9 jokes 9 life principles

Source: Internet
Author: User

1. Architect
A lady called the architect and said that every time the train passes, her bed would shake.
"It's just nonsense. 1 The architect replied," let me take a look ."
When the architect arrived, his wife suggested him lie in bed and feel the feeling of passing by train.
The architect just went to bed, and the lady's husband came back. When he saw the situation, he shouted, "What are you doing in my wife's bed ?"
The architect replied, "I said I was waiting for a train. Do you believe it ?"
[Epiphany]
Some words are true, but they seem to be false. Some words are false, but they are irrelevant.
  
2. Lure
The British gentleman and the French women ride in a box, the woman wants to lure the British, she undressed and complained about the cold body. The gentleman gave her his quilt, and she kept talking cold.
"How can I help you ?" Asked the gentleman in frustration.
"When I was a child, my mother always warmed me up with her own body ."
"Miss, I can't help it. I can't jump off the train to find your mother, can I ?"
[Epiphany]
A good man is a good man, and a man is a good man.
  
3. Spoon
Mike walked into the restaurant and ordered a soup. The waiter immediately brought him up.
As soon as the waiter walked away, Mike shouted, "Sorry, I cannot drink this soup ."
The waiter gave him another soup. He still said, "Sorry, I can't drink it ."

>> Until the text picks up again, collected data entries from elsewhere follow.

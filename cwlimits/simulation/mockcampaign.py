"""Injection campaigns on the directed mock search: the sensitivity model checked end to end.

:func:`mock_campaign` runs :func:`cwlimits.simulation.mocksearch.mock_search` on simulated data
of a setup (a plan of ``cwlimits plan``): Gaussian noise of a different flat PSD per detector,
gaps (a fixed data mask of duty factor < 1, :func:`cwlimits.simulation.synthetic.gap_mask`),
and signals with Doppler modulation (astropy Roemer delay), random off-grid frequency and
spin-down uniform in the searched box, and random orientation (cos iota uniform in [-1, 1],
psi in [0, pi), phi0 in [0, 2 pi)).  Three kinds of runs:

* **noise only**: the loudest 2F_sum of the bank; the fraction above the model's threshold is
  the measured false-alarm probability of the bank, against the nominal one of the model's
  trials factor (all templates taken as independent,
  :func:`cwlimits.statistics.detection.false_alarm_threshold`);
* **noise-free signals**: 2F = rho^2 of every template, so 1 - 2F_max / rho^2_0 is the
  mismatch of the loudest template, against the model's draws (coherent plus semicoherent
  lattice mismatch, added: Prix & Shaltev 2012, arXiv:1201.4321, from memory;
  :func:`cwlimits.searchspace.lattices.sample_mismatch`);
* **signals in noise** at several h0: detected if the loudest 2F_sum crosses the threshold;
  the efficiency with Clopper-Pearson intervals (``scipy.stats.binomtest``) against the
  model's :func:`cwlimits.statistics.detection.detection_probability`, which is the solve of
  :func:`cwlimits.sensitivity.model.strain_sensitivity` (orientation rule of the network at
  the sky position over the span and duty factor, mismatch draws, threshold of the bank).
  The model's mismatch draws are corrected by
  :mod:`cwlimits.sensitivity.mismatch_correction` as in the sensitivity model (or not:
  ``mismatch='quadratic'``); both predictions are kept.  The **corrected** columns replace
  the mismatch draws by the measured ones.

Runs go through :func:`cwlimits.runtime.executor.map_chunks` (resumable with a store,
identical on any executor).
"""

from __future__ import annotations

import functools
import math
from dataclasses import dataclass, replace
from typing import TYPE_CHECKING

import astropy.units as u
import numpy as np
from astropy.table import QTable
from scipy import stats

from cwlimits.errors import InputError
from cwlimits.response.antenna import orientation_factor_rule, time_averages
from cwlimits.runtime.executor import map_chunks
from cwlimits.searchspace.lattices import sample_mismatch
from cwlimits.sensitivity.mismatch_correction import CORRECTION_TEXT, corrected_mismatch
from cwlimits.simulation.mocksearch import demodulated_fstat, mock_search
from cwlimits.simulation.synthetic import BandData, _check_coord, _jks_amplitudes, gap_mask
from cwlimits.statistics import detection as det

if TYPE_CHECKING:
    from astropy.coordinates import SkyCoord
    from numpy.typing import ArrayLike

    from cwlimits._random import RngLike
    from cwlimits.searchspace.searchsetup import SearchSetup

__all__ = ["MockCampaignResult", "mock_campaign", "mock_layout"]

PSD_UNIT = u.Hz**-1
FDOT_UNIT = u.Hz / u.s
FDDOT_UNIT = u.Hz / u.s**2
#: Seed of the model's fixed mismatch draws (the same every campaign).
MODEL_MISMATCH_SEED = 20261202
#: Kinds of run in a campaign's item list.
NOISE_ONLY, NOISE_FREE, IN_NOISE = 0, 1, 2


def mock_layout(setup: SearchSetup, coord: SkyCoord, *, f_ref: u.Quantity | None = None,
                bandwidth: u.Quantity = 0.0625 * u.Hz, start=1.3e9 * u.s,
                duty: float | ArrayLike = 1.0, psd: u.Quantity | None = None,
                mask_seed: int = 0) -> BandData:
    """The data layout of a setup's mock search (no samples drawn).

    Parameters
    ----------
    setup : SearchSetup
        Segments (t_seg, n_seg, mid_times), detectors.
    coord : SkyCoord
    f_ref : Quantity ['frequency'], optional
        Band centre; default the middle of the setup's band.
    bandwidth : Quantity ['frequency']
    start : Quantity ['time']
        GPS start of the first segment.
    duty : float
        Duty factor of the fixed gap mask, in (0, 1].
    psd : Quantity ['1/frequency'], optional
        Flat one-sided PSD per detector; default 1e-46 / Hz times 1, 2, 3, ...
    mask_seed : int

    Returns
    -------
    BandData
        With zero data, the gap mask and the PSDs.
    """
    from cwlimits.response.antenna import get_detectors

    coord = _check_coord(coord)
    dets = get_detectors(list(setup.detectors))
    n_det = len(dets)
    b_hz = float(bandwidth.to_value(u.Hz))
    t_seg = float(setup.t_seg.to_value(u.s))
    m = int(round(t_seg * b_hz))
    mid = setup.segment_mid_times.to_value(u.s)
    starts = float(start.to_value(u.s)) + mid - mid[0]
    f_ref = (0.5 * (setup.f_min + setup.f_max) if f_ref is None else f_ref).to(u.Hz)
    if psd is None:
        psd = 1e-46 * np.arange(1, n_det + 1) * PSD_UNIT
    psd_hz = np.broadcast_to(np.atleast_1d(psd.to_value(PSD_UNIT)), (n_det,))
    mask = gap_mask((n_det, setup.n_seg, m), duty, rng=mask_seed)
    t_ref = 0.5 * (starts[0] + starts[-1] + t_seg)
    return BandData(tuple(dets), f_ref, b_hz * u.Hz, starts * u.s, m, t_ref * u.s,
                    np.zeros(mask.shape, complex), mask,
                    np.broadcast_to(psd_hz[:, None], (n_det, setup.n_seg)) << PSD_UNIT,
                    "flat PSD per detector")


def _signal(layout, coord, f_hz, fdot, amplitudes, fddot=0.0):
    """Band series of a Doppler-modulated signal from its JKS amplitudes (masked).

    z_h = [(A1 a + A2 b) - i (A3 a + A4 b)] exp(i dPhi) / 2 with dPhi the heterodyned phase
    at the barycentric time (JKS 1998 eqs. 24-27; the form of
    :func:`cwlimits.simulation.synthetic.simulate_signal`, checked equal in the tests).
    """
    a, b = layout.modulation(coord)
    phase = layout.template_phase(coord, f_hz, fdot, fddot, doppler=True)
    A1, A2, A3, A4 = amplitudes
    z = 0.5 * ((A1 * a + A2 * b) - 1j * (A3 * a + A4 * b)) * np.exp(1j * phase)
    return np.where(layout.mask, z, 0.0)


def _campaign_chunk(chunk, rng, *, layout, coord, setup, f_box, fdot_box, fddot_box=None):
    """Simulate, search and measure one chunk of runs (plain floats)."""
    kinds = np.asarray(chunk["kind"], int)
    h0 = np.asarray(chunk["h0"], float)
    n = kinds.size
    out = {k: np.full(n, np.nan) for k in ("two_f_max", "rho2", "f_hz", "fdot_hz_s",
                                            "cosi", "n_templates")}
    sigma = np.sqrt(layout.psd.to_value(PSD_UNIT) * layout.bandwidth.to_value(u.Hz) / 4.0)
    for i in range(n):
        f = rng.uniform(*f_box)
        fd = rng.uniform(*fdot_box)
        fdd = rng.uniform(*fddot_box) if fddot_box is not None else 0.0
        cosi, psi, phi0 = rng.uniform(-1, 1), rng.uniform(0, np.pi), rng.uniform(0, 2 * np.pi)
        shape = layout.data.shape
        noise = sigma[..., None] * (rng.standard_normal(shape) + 1j * rng.standard_normal(shape))
        z = np.where(layout.mask, noise, 0.0) if kinds[i] != NOISE_FREE else np.zeros(shape,
                                                                                      complex)
        if kinds[i] != NOISE_ONLY:
            amp = h0[i] if kinds[i] == IN_NOISE else 1e-20
            s = _signal(layout, coord, f, fd, _jks_amplitudes(amp, cosi, psi, phi0), fdd)
            sig_data = replace(layout, data=s, _cache=layout._cache)
            out["rho2"][i] = demodulated_fstat(sig_data, coord, [f] * u.Hz,
                                               [fd] * FDOT_UNIT, [fdd] * FDDOT_UNIT).sum()
            z = z + s
        data = replace(layout, data=z, _cache=layout._cache)
        res = mock_search(data, coord, setup, tuple(np.array(f_box) * u.Hz),
                          tuple(np.array(fdot_box) * FDOT_UNIT), fddot_box=_fddot_q(fddot_box))
        out["two_f_max"][i] = res.two_f.value.max()
        out["f_hz"][i], out["fdot_hz_s"][i], out["cosi"][i] = f, fd, cosi
        out["n_templates"][i] = len(res.bank)
    return out


def _fddot_q(box):
    return None if box is None else tuple(np.array(box) * FDDOT_UNIT)


def _crossing(log_h0, curve, level):
    """The log h0 where a rising curve first reaches ``level`` (linear interpolation)."""
    above = np.nonzero(curve >= level)[0]
    if above.size == 0:
        return np.inf
    j = above[0]
    if j == 0:
        return -np.inf if curve[0] > level else log_h0[0]
    x0, x1, y0, y1 = log_h0[j - 1], log_h0[j], curve[j - 1], curve[j]
    return x0 + (level - y0) * (x1 - x0) / (y1 - y0)


@dataclass(frozen=True, eq=False)
class MockCampaignResult:
    """Measured against predicted quantities of a mock-search campaign.

    Attributes
    ----------
    table : astropy.table.QTable
        Per h0: injections, detections, efficiency with its interval, predicted (model)
        and corrected (measured mismatch) detection probabilities.
    summary : dict
        h0 measured and predicted (and corrected) at the detection probability, the
        false-alarm counts, the mismatch means; the setup's description.
    mismatch_measured, mismatch_model : ndarray
    model_h0, model_curve, corrected_curve : ndarray
    assumptions : dict of str
    noise_max : ndarray
        Loudest 2F_sum of the bank in each noise-only run.
    model : dict
        The model's inputs: ``threshold``, ``n_seg``, ``t_data_s``, ``s_ref`` (1/Hz),
        ``r2_nodes`` and ``r2_weights`` (orientation rule), ``mu_coherent`` and
        ``mu_semicoherent`` (the quadratic-metric draws of the two stages, before they are
        added and capped; the second is zero for N = 1).
    """

    table: QTable
    summary: dict
    mismatch_measured: np.ndarray
    mismatch_model: np.ndarray
    model_h0: np.ndarray
    model_curve: np.ndarray
    corrected_curve: np.ndarray
    assumptions: dict
    noise_max: np.ndarray = None
    model: dict = None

The waiter had to call the manager.
The manager nodded to Mike with respect and said, "Sir, this dish is the best in our store and is very popular with customers. Are you ......"
"I mean, where is the spoon ?"
[Epiphany]
It is a good thing to make a mistake. But we often get rid of the correct ones and leave the wrong ones. The result is wrong.
  
4. Wear an error
In the dining room, a very humble man timidly touched another customer who was wearing a coat.
"Sorry, are you Mr. Pierre ?"
"No, I'm not ." The man replied.
"Ah," he breathed a sigh of relief. "I didn't make a mistake. I am him. You wore his coat ."
[Epiphany]
It is not easy to be justified. Straight people tend to speak in a humble manner. However, arrogant people are as strong as cows.
  
5. Power-back
A scotch went to London and wanted to visit an old friend, but forgot his address. So he sent a telegram to his father: "Do you know the address of Toma? Conclusion 1
On that day, he received an urgent call back: "Yes ."
[Epiphany]
When we finally find the most correct answer, we find that it is the most useless.
  
6. Sad Stories
Three people are on vacation in New York. They booked a suite on the fifth floor of a High-Rise Hotel.
One night, the elevator in the building failed and the waiter arranged for them to spend the night in the hall.
After discussion, they decided to walk back to the room on foot and agreed * stream joke, singing and telling stories, to ease the fatigue of boarding the building.
The joke was told, and the song was sung. It was hard to climb to the fifth layer, and everyone felt exhausted.
"Well, Peter, let's tell a humorous story ."
Peter said: "The story is not long, but sad: I forgot the key to the room in the lobby ."
[Epiphany]
We are bitter, humorous, humorous, and happy.
  
7. Selling books
A famous writer is coming to the bookstore. The bookstore owner was flattered and quickly removed all the books and changed them into the writer's books. After the writer came to the bookstore, he was very happy and asked, "Is your store only selling my own books ?"
"Of course not ." The bookstore boss replied, "other books are sold well and are sold out ."
[Epiphany]
"Flattering" is a strange word: You are flattering him, and you are insulting him.
  
8. Help
In the post office hall, an old lady walked up to a middle-aged man and politely said, "Sir, could you help me write the address on the postcard ?"
"Of course ." Middle-aged people follow the requirements of the elderly.
The old lady said, "Could you help me write a short sentence? Thank you !"
"Okay ." After being written in the old lady's words, the middle-aged man smiled and asked, "Is there anything to help ?"
"Well, there is another small thing ." The old lady looked at the postcard and said, "Help me add a sentence below: The words are scrawled. Please forgive me ."
[Epiphany]
If you don't want to help, people will hate you for a week. If you don't do well, it's better ......
  
9. The person reading this article
People who have read this article just want to click back and get caught by Pol. Ice! 1pol. Ice: You can leave it for 10 years.
[Epiphany]
If you don't want to reply to the post, don't click on the article. Otherwise, I don't know the consequences... How about it!
  
Hey, I was joking about the last one.